But Boston is also very different. New York and Chicago dwarf Boston in size and scale. The population of New York City alone is 8.4 million people, nearly 2 million of whom are black. That translates into more black residents who earn more money, leading to a developed middle class with extensive professional representation — in other words, cities made welcoming, in part, because there simply is a critical mass of black residents who reflect the achievement possible within their community. Boston lacks that advantage.
But make no mistake: The relatively small size of Boston’s black community is not an excuse for the inequalities — or biases — that persist here.

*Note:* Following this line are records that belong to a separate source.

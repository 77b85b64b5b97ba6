"""Speed of the tolerance study's Monte Carlo against bare solves measured in the same run.

    python benchmarks/bench_tolerance.py            # 10,000 runs of 30 nodes, 1,000 of 100×100
    python benchmarks/bench_tolerance.py --quick    # 10,000 runs of 30 nodes, 50 of 100×100

Targets (issue 15): 10,000 runs of a 30-node circuit within 1.5× one batched
``numpy.linalg.solve`` of the same stack of matrices (built beforehand, not timed);
1,000 runs of a 10,000-node mesh within 1.3× as many bare ``splu`` factor-and-solves of
the same matrices (built beforehand, not timed). CPU seconds (user + system of this
process), best of a few repeats: the machine is shared.
"""

from __future__ import annotations

import argparse
import sys
import time
from pathlib import Path

import numpy as np
import scipy.sparse as sp
from scipy.sparse.linalg import splu

HERE = Path(__file__).resolve().parent
sys.path.insert(0, str(HERE))
sys.path.insert(0, str(HERE.parent / "server"))
from mesh import mesh_circuit  # noqa: E402

from phasorbench.studies.parameters import (CHUNK_RUNS, chunk_count, draw_scales,  # noqa: E402
                                            value_matrix)
from phasorbench.studies.tolerance import monte_carlo, prepare  # noqa: E402
from phasorbench.workflow import read_circuit  # noqa: E402


def compare(ours, bare, repeats: int) -> tuple[float, float]:
    """Least CPU time of each over ``repeats`` rounds, the two taken in turn (a shared
    machine's load then weighs on both alike)."""
    best = [float("inf"), float("inf")]
    for _ in range(repeats):
        for k, fn in enumerate((ours, bare)):
            start = time.process_time()
            fn()
            best[k] = min(best[k], time.process_time() - start)
    return best[0], best[1]


def toleranced(text: str, pct: int = 5) -> str:
    """Every passive line of a circuit with ``tol PCT%`` (normal on every third)."""
    out = []
    for k, line in enumerate(text.splitlines()):
        if any(f": {kind} " in line for kind in ("resistor", "inductor", "capacitor")):
            line += f" tol {pct}%" + (" normal" if k % 3 == 0 else "")
        out.append(line)
    return "\n".join(out) + "\n"


def stacks(batch, runs: int, seed: int):
    """The matrices and right-hand sides the engine solves, built by its own pieces."""
    mats, rhs = [], []
    for k in range(chunk_count(runs)):
        size = min(CHUNK_RUNS, runs - k * CHUNK_RUNS)
        scales = draw_scales(batch.q, seed, k, size)
        v = value_matrix(batch.q, scales)
        dg = batch._g(v) - batch.g0
        mats.append(dg)
        rhs.append(batch._rhs(v - batch.v0))
    return np.concatenate(mats), np.concatenate(rhs)


def grid_circuit(rows: int, cols: int) -> str:
    """A rows × cols R/L/C grid (every edge and every node's shunt an element)."""
    lines = ["frequency 60 Hz", "Vs: voltage n0_0 -> 0 230 V"]
    kinds = (("resistor", "ohm", 1.5), ("inductor", "mH", 2.5), ("capacitor", "uF", 30))
    count = 0
    for i in range(rows):
        for j in range(cols):
            for di, dj in ((0, 1), (1, 0)):
                if i + di < rows and j + dj < cols:
                    kind, unit, v = kinds[count % 3]
                    lines.append(f"E{count}: {kind} n{i}_{j} -> n{i + di}_{j + dj} "
                                 f"{v * (1 + count % 7 / 10):.4f} {unit}")
                    count += 1
            lines.append(f"S{count}: resistor n{i}_{j} -> 0 {50 + count % 17} ohm")
            count += 1
    return "\n".join(lines) + "\n"


def small(runs: int, repeats: int) -> float:
    circuit = read_circuit(toleranced(grid_circuit(5, 6)))          # 30 nodes
    batch = prepare(circuit, ["V(n2_2)", "I(E1)"], runs)[0]
    n = batch.size
    dg, b = stacks(batch, runs, 1)
    dense = np.broadcast_to(batch.A0.toarray(), (runs, n, n)).copy()
    flat = dense.reshape(runs, n * n)
    flat[:, batch.flat] += (batch.to_flat.T @ dg.T).T
    ours, bare = compare(lambda: monte_carlo(batch, runs, 1),
                         lambda: np.linalg.solve(dense, b), repeats)
    print(f"{runs:,} runs, {len(circuit.nodes()) - 1} nodes ({n} unknowns), "
          f"{len(batch.q.params)} toleranced parts")
    print(f"  tolerance Monte Carlo      {ours:8.3f} s")
    print(f"  one batched linalg.solve   {bare:8.3f} s")
    ratio = ours / bare
    print(f"  ratio {ratio:.2f}  (target ≤ 1.5)")
    return ratio


def large(side: int, runs: int, repeats: int) -> float:
    circuit = read_circuit(toleranced(mesh_circuit(side)))
    batch = prepare(circuit, ["V(n3_3)"], runs)[0]
    dg, b = stacks(batch, runs, 1)
    matrices = [batch._matrix(dg[k]) for k in range(runs)]

    def bare_solves():
        for k in range(runs):
            splu(sp.csc_matrix(matrices[k])).solve(b[k])
    ours, bare = compare(lambda: monte_carlo(batch, runs, 1), bare_solves, repeats)
    print(f"{runs:,} runs, {side}×{side} mesh ({batch.size:,} unknowns), "
          f"{len(batch.q.params):,} toleranced parts")
    print(f"  tolerance Monte Carlo      {ours:8.3f} s")
    print(f"  bare splu factor+solve     {bare:8.3f} s")
    ratio = ours / bare
    print(f"  ratio {ratio:.2f}  (target ≤ 1.3)")
    return ratio


def main() -> None:
    ask = argparse.ArgumentParser(description=__doc__.splitlines()[0])
    ask.add_argument("--quick", action="store_true")
    ask.add_argument("--side", type=int, default=100)
    ask.add_argument("--runs", type=int, default=None, help="runs of the large mesh")
    ask.add_argument("--repeats", type=int, default=None, help="rounds of the large mesh")
    args = ask.parse_args()
    ask_repeats = args.repeats or (2 if args.quick else 3)
    small(10_000, 5)
    large(args.side, args.runs or (50 if args.quick else 1000), ask_repeats)


if __name__ == "__main__":
    main()
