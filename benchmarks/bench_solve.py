"""Speed and memory of `phasorbench solve --json` on large meshes, against a baseline
measured in the same run.

    python benchmarks/bench_solve.py            # 100×100 timing ratios, 300×300 memory
    python benchmarks/bench_solve.py --quick    # smaller meshes, for a fast look

Targets (issue 2): end to end at most 2× the baseline script; the solve stage
(assembly + factor + solve + powers) within 1.5× of a bare SuperLU factor-and-solve of
the same matrix; a 300×300 mesh solves within 2 GB, memory growing with the non-zeros.
"""

from __future__ import annotations

import argparse
import os
import resource
import subprocess
import sys
import tempfile
import time
from pathlib import Path

HERE = Path(__file__).resolve().parent
sys.path.insert(0, str(HERE))
from mesh import mesh_circuit  # noqa: E402


def _children_cpu() -> float:
    usage = resource.getrusage(resource.RUSAGE_CHILDREN)
    return usage.ru_utime + usage.ru_stime


def best_of(command: list[str], repeats: int) -> float:
    """Least CPU time (user + system) of the command over ``repeats`` runs.

    CPU time rather than wall time: the machine is shared, and CPU time of the process
    itself moves far less with what else runs.
    """
    times = []
    for _ in range(repeats):
        start = _children_cpu()
        subprocess.run(command, check=True, stdout=subprocess.DEVNULL)
        times.append(_children_cpu() - start)
    return min(times)


def peak_memory_mb(command: list[str]) -> float:
    """Peak resident memory of a child process (ru_maxrss of a fresh child)."""
    code = ("import resource, subprocess, sys; subprocess.run(sys.argv[1:], check=True, "
            "stdout=subprocess.DEVNULL); "
            "print(resource.getrusage(resource.RUSAGE_CHILDREN).ru_maxrss)")
    out = subprocess.run([sys.executable, "-c", code, *command], check=True,
                         capture_output=True, text=True).stdout
    return int(out.strip()) / 1024.0


def solve_stage(path: Path, repeats: int) -> tuple[float, float]:
    """(phasorbench's assembly+factor+solve+powers, bare splu+solve of the same matrix),
    each the least CPU time of this process over ``repeats`` runs."""
    import numpy as np
    from scipy.sparse.linalg import splu

    from phasorbench import solver
    from phasorbench.workflow import read_circuit

    circuit = read_circuit(path.read_text(), str(path))
    captured = {}
    original = solver._factor_and_solve

    def capture(matrix, stamps, b, *args):
        captured["A"], captured["b"] = matrix, b
        return original(matrix, stamps, b, *args)

    ours = []
    for _ in range(repeats):
        start = time.process_time()
        solution = solver.solve(circuit)
        power = solution.voltage * np.conj(solution.current)
        power.sum()
        ours.append(time.process_time() - start)
    solver._factor_and_solve = capture
    try:
        solver.solve(circuit)
    finally:
        solver._factor_and_solve = original
    bare = []
    A = captured["A"].tocsc()
    for _ in range(repeats):
        start = time.process_time()
        splu(A).solve(np.asarray(captured["b"], dtype=complex))
        bare.append(time.process_time() - start)
    return min(ours), min(bare)


def main() -> int:
    parser = argparse.ArgumentParser(description=__doc__.splitlines()[0])
    parser.add_argument("--quick", action="store_true", help="smaller meshes")
    parser.add_argument("--repeats", type=int, default=3)
    args = parser.parse_args()
    size, big = (40, 100) if args.quick else (100, 300)
    work = Path(tempfile.mkdtemp(prefix="pb-bench-"))
    mesh = work / f"mesh{size}.circuit"
    mesh.write_text(mesh_circuit(size))
    ours_cmd = [sys.executable, "-m", "phasorbench", "solve", "--json", str(mesh)]
    base_cmd = [sys.executable, str(HERE / "baseline_solver.py"), str(mesh)]
    print(f"mesh {size}×{size}: {mesh.read_text().count(chr(10)) - 2} elements")
    t_base = best_of(base_cmd, args.repeats)
    t_ours = best_of(ours_cmd, args.repeats)
    print("times are CPU seconds (user + system), best of", args.repeats)
    print(f"end to end   baseline {t_base:7.3f} s   phasorbench {t_ours:7.3f} s   "
          f"ratio {t_ours / t_base:5.2f}  (target ≤ 2.00)")
    stage, bare = solve_stage(mesh, args.repeats)
    print(f"solve stage  bare SuperLU {bare:7.3f} s   phasorbench {stage:7.3f} s   "
          f"ratio {stage / bare:5.2f}  (target ≤ 1.50)")
    for n in (size, big):
        path = work / f"mesh{n}.circuit"
        if not path.exists():
            path.write_text(mesh_circuit(n))
        mb = peak_memory_mb([sys.executable, "-m", "phasorbench", "solve", "--json",
                             str(path)])
        mb_base = peak_memory_mb([sys.executable, str(HERE / "baseline_solver.py"),
                                  str(path)])
        print(f"memory {n}×{n}: phasorbench {mb:7.1f} MB, baseline {mb_base:7.1f} MB, "
              f"ratio {mb / mb_base:5.2f}" + ("  (target < 2048 MB)" if n == big else ""))
    return 0


if __name__ == "__main__":
    raise SystemExit(main())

The experience in other cities shows that, even when the black population is relatively small, things can be done with sufficient will. Minneapolis, Denver, and Seattle — all with smaller black populations than Boston — have elected black mayors at least once. Boston has never even come close.

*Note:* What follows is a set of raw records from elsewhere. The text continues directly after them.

"""Sweep engine speed (issue 13), every ratio against a baseline measured in the same run.

    python benchmarks/bench_sweep.py            # ladder and 100×100 mesh
    python benchmarks/bench_sweep.py --quick    # ladder and a 40×40 mesh
    python benchmarks/bench_sweep.py --profile ladder|mesh

1. A 1,000-point log sweep (10 Hz to 100 kHz) of a 50-node R/L/C ladder, the engine built
   and every probe read (`SweepEngine(circuit, probes).response(f)`), against
   a. one batched `numpy.linalg.solve` of the same (1000, n, n) stack and right-hand
      sides, the stack built beforehand from the engine's own entries (target ≤ 1.5×);
      the same with the stack's build from float64 G, C and 1/L matrices inside the
      timing is printed beside it, and the sweep with its banded path turned off (the
      stacked dense path every small system without a narrow band takes);
   b. 1,000 single-frequency `solver.solve` calls, the element table shared
      (target: the sweep ≥ 50× faster).
2. A 200-point sweep of `mesh.py`'s 100×100 mesh (10,001 unknowns) against 200 bare
   `scipy.sparse.linalg.splu` factor-and-solves of the same CSC matrices, built
   beforehand (target ≤ 1.3×).

One BLAS thread, as `phasorbench sweep` runs. CPU seconds (process_time), the sides
taken in turn, best of the rounds; the load
average is printed, since the machine is shared.
"""

from __future__ import annotations

import argparse
import os
import sys
import time
from dataclasses import replace
from pathlib import Path

sys.path.insert(0, str(Path(__file__).resolve().parents[1] / "server"))
sys.path.insert(0, str(Path(__file__).resolve().parent))

from phasorbench.blas import pin_before_import  # noqa: E402

pin_before_import()        # one BLAS thread, as the command line runs (blas.py)

import numpy as np  # noqa: E402

from mesh import mesh_circuit  # noqa: E402
from scipy.sparse.linalg import splu  # noqa: E402

from phasorbench.solver import solve  # noqa: E402
from phasorbench.studies import linear  # noqa: E402
from phasorbench.studies.engine import SweepEngine  # noqa: E402
from phasorbench.studies.probes import parse_probes  # noqa: E402
from phasorbench.studies.sweep import grid  # noqa: E402
from phasorbench.workflow import read_circuit  # noqa: E402

LADDER_PROBES = ["V(n49)/V(n0)", "V(n25)", "I(Vs)", "Z(n12)"]
MESH_PROBES = ["V(n50_50)", "V(n99_99)/V(n0_0)", "I(Vsrc)"]


def ladder_text(nodes: int = 50) -> str:
    """A source, then ``nodes - 1`` sections of series L, shunt C and a shunt R."""
    lines = ["title benchmark ladder", "frequency 50 Hz", "Vs: voltage n0 -> 0 10 V"]
    for k in range(nodes - 1):
        lines += [f"L{k}: inductor n{k} -> n{k + 1} {1 + (k * 37) % 10 / 10:.2f} mH",
                  f"C{k}: capacitor n{k + 1} -> 0 {1 + (k * 53) % 20 / 10:.2f} uF",
                  f"R{k}: resistor n{k + 1} -> 0 {200 + (k * 71) % 300} ohm"]
    return "\n".join(lines) + "\n"


def cpu(job) -> float:
    start = time.process_time()
    job()
    return time.process_time() - start


def rounds(jobs: dict, count: int) -> dict:
    """Each job once per round, in turn; the best time of each."""
    best = {name: float("inf") for name in jobs}
    for _ in range(count):
        for name, job in jobs.items():
            best[name] = min(best[name], cpu(job))
    return best


def load() -> str:
    return "load average " + " ".join(f"{x:.2f}" for x in os.getloadavg())


def ladder(args) -> None:
    circuit = read_circuit(ladder_text())
    probes = parse_probes(LADDER_PROBES, circuit)
    f = grid(10.0, 100e3, 1000)
    engine = SweepEngine(circuit, probes)
    n = engine.size
    stack = np.zeros((len(f), n, n), dtype=complex)
    stack[:, engine._rows, engine._cols] = engine.matrices(f)
    b = engine._rhs.copy()
    # float64 G, C and Γ (1/L) matrices of the same system (entries = G + jωC + Γ/(jω)),
    # for the baseline with its build included
    parts = np.zeros((3, engine.entries), dtype=complex)
    parts[0, engine._fixed] = engine._fixed_values
    for k in range(3):
        parts[k, engine._moving] = engine._parts[k].astype(complex)
    g_m, c_m, l_m = (np.zeros((n, n), complex) for _ in range(3))
    for matrix, part in zip((g_m, c_m, l_m), parts):
        matrix[engine._rows, engine._cols] = part
    omega = 2 * np.pi * f

    def batched():
        np.linalg.solve(stack, b)

    def batched_built():
        built = g_m + omega[:, None, None] * c_m + l_m / omega[:, None, None]
        np.linalg.solve(built, b)

    def sweep():
        SweepEngine(circuit, probes).response(f)

    def sweep_stacked():                 # the same with the banded path turned off
        saved, linear.BAND_MIN = linear.BAND_MIN, n + 1
        try:
            SweepEngine(circuit, probes).response(f)
        finally:
            linear.BAND_MIN = saved

    table = circuit.table()

    def singles():
        for fk in f:
            at = replace(circuit, frequency=float(fk))
            at._table = table
            solve(at)

    print(f"ladder: {len(circuit.nodes()) - 1} nodes, {n} unknowns, {len(f)} points, "
          f"{len(probes)} probes ({', '.join(LADDER_PROBES)}); {load()}")
    if args.profile == "ladder":
        profile(sweep)
        return
    best = rounds({"batched": batched, "built": batched_built, "sweep": sweep,
                   "stacked": sweep_stacked}, args.rounds)
    t_single = rounds({"singles": singles}, 1)["singles"]
    print(f"  batched numpy.linalg.solve, stack built before   {best['batched'] * 1e3:8.1f} ms")
    print(f"  batched, float64 stack build included            {best['built'] * 1e3:8.1f} ms")
    print(f"  sweep (engine built, every probe read)           {best['sweep'] * 1e3:8.1f} ms"
          f"   {best['sweep'] / best['batched']:.2f}× batched (target ≤ 1.5), "
          f"{best['sweep'] / best['built']:.2f}× batched with its build")
    print(f"  sweep, stacked dense path (band turned off)     {best['stacked'] * 1e3:8.1f} ms"
          f"   {best['stacked'] / best['batched']:.2f}× batched")
    print(f"  {len(f)} single-frequency solves                   {t_single * 1e3:8.1f} ms"
          f"   sweep {t_single / best['sweep']:.1f}× faster (target ≥ 50)")
    print(f"  {load()}")


def mesh(args) -> None:
    size = 40 if args.quick else args.size
    circuit = read_circuit(mesh_circuit(size))
    probes = parse_probes([p.replace("99", str(size - 1)).replace("50", str(size // 2))
                           for p in MESH_PROBES], circuit)
    f = grid(10.0, 10e3, args.points)
    engine = SweepEngine(circuit, probes)
    entries = engine.matrices(f)
    matrices = [engine.sparse_matrix(entries[k]) for k in range(len(f))]
    b = engine._rhs.copy()
    del entries

    def bare():
        for matrix in matrices:
            splu(matrix).solve(b)

    def sweep():
        SweepEngine(circuit, probes).response(f)

    print(f"mesh {size}×{size}: {engine.size:,} unknowns, {len(circuit.elements):,} elements, "
          f"{len(f)} points; {load()}")
    if args.profile == "mesh":
        profile(sweep)
        return
    best = rounds({"bare": bare, "sweep": sweep}, args.rounds)
    print(f"  {len(f)} bare splu factor-and-solves          {best['bare']:8.2f} s")
    print(f"  sweep (engine built, every probe read)    {best['sweep']:8.2f} s   "
          f"{best['sweep'] / best['bare']:.2f}× bare (target ≤ 1.3)")
    print(f"  {load()}")


def profile(job) -> None:
    import cProfile
    import pstats
    profiler = cProfile.Profile()
    profiler.runcall(job)
    pstats.Stats(profiler).sort_stats("tottime").print_stats(18)


def main() -> int:
    parser = argparse.ArgumentParser(description=__doc__.splitlines()[0])
    parser.add_argument("--quick", action="store_true", help="a 40×40 mesh")
    parser.add_argument("--size", type=int, default=100, help="mesh side")
    parser.add_argument("--points", type=int, default=200, help="points of the mesh sweep")
    parser.add_argument("--rounds", type=int, default=3)
    parser.add_argument("--only", choices=("ladder", "mesh"))
    parser.add_argument("--profile", choices=("ladder", "mesh"))
    args = parser.parse_args()
    if args.only != "mesh" and args.profile != "mesh":
        ladder(args)
    if args.only != "ladder" and args.profile != "ladder":
        mesh(args)
    return 0


if __name__ == "__main__":
    raise SystemExit(main())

The size of this region’s black population also cannot explain how a new showcase neighborhood triumphantly rose in the Seaport with little to no involvement of the black community. Further, it can’t explain why elite colleges here admit only slightly more black students than 30 years ago.
Nor does the relatively small size of Boston’s black population have anything to do with barriers to finding housing, an inequity the Spotlight Team documented in detail.
Using a methodology employed by academic researchers who study bias in housing, the Globe conducted a study of nearly 600 Craigslist ads from rental landlords in the Greater Boston area, finding housing discrimination remains in Boston.
Overall, landlords ignored nearly 45 percent of e-mails from prospective tenants with black-sounding names, like Darnell Washington or Keisha Jackson, versus 36 percent of e-mails from people with white-sounding names, like Brendan Weber or Meredith McCarthy.
For example, when a prospective tenant using the name Allison Wolf asked about renting a two-bedroom condo in Boston’s Back Bay, the landlord responded later that day. “It’s available,” she e-mailed back. “You can see it on Sunday.” But when a prospective tenant asked about that same apartment the same morning using the name Tamika Rivers, the landlord never replied.
The difference was even more pronounced when landlords received more informal e-mails with grammatical errors or typos, with landlords seeming more forgiving of such written lapses among whites than blacks.
Such lingering prejudices are part of the reason Charlotte Streat, who lives in Milton, questions her decision to call the Boston area home.
“I don’t know that I would move here again,” Streat, a Philadelphia native, said sitting under a hair dryer at Randolph’s Styles with Character, a Roxbury hair salon.
Streat’s parents were none too happy that she decided to attend college and grad school in Greater Boston several decades ago. “I was called a nigger. So yeah, my mother was not pleased,” she recalled.
But she fell in love and married a Bostonian. The couple moved into a spacious home with a circular drive along Canton Avenue about 10 years ago.
Milton is a suburb where 15 percent of residents are black and the state’s first black governor, Deval Patrick, once lived. Still, some black residents feel alone.
“We’re isolated,” said Streat, a former executive at Bank of America. “People say there are more black folk in Milton, but you’re hard pressed to find them.”
The missing middle class
The lack of a robust black middle class is both a result, and a cause, of Boston’s reputation as an unwelcoming place. As blacks move up the economic ladder here, they encounter an increasingly white world, and their solitary and alienating experience becomes part of our city’s word-of-mouth reputation.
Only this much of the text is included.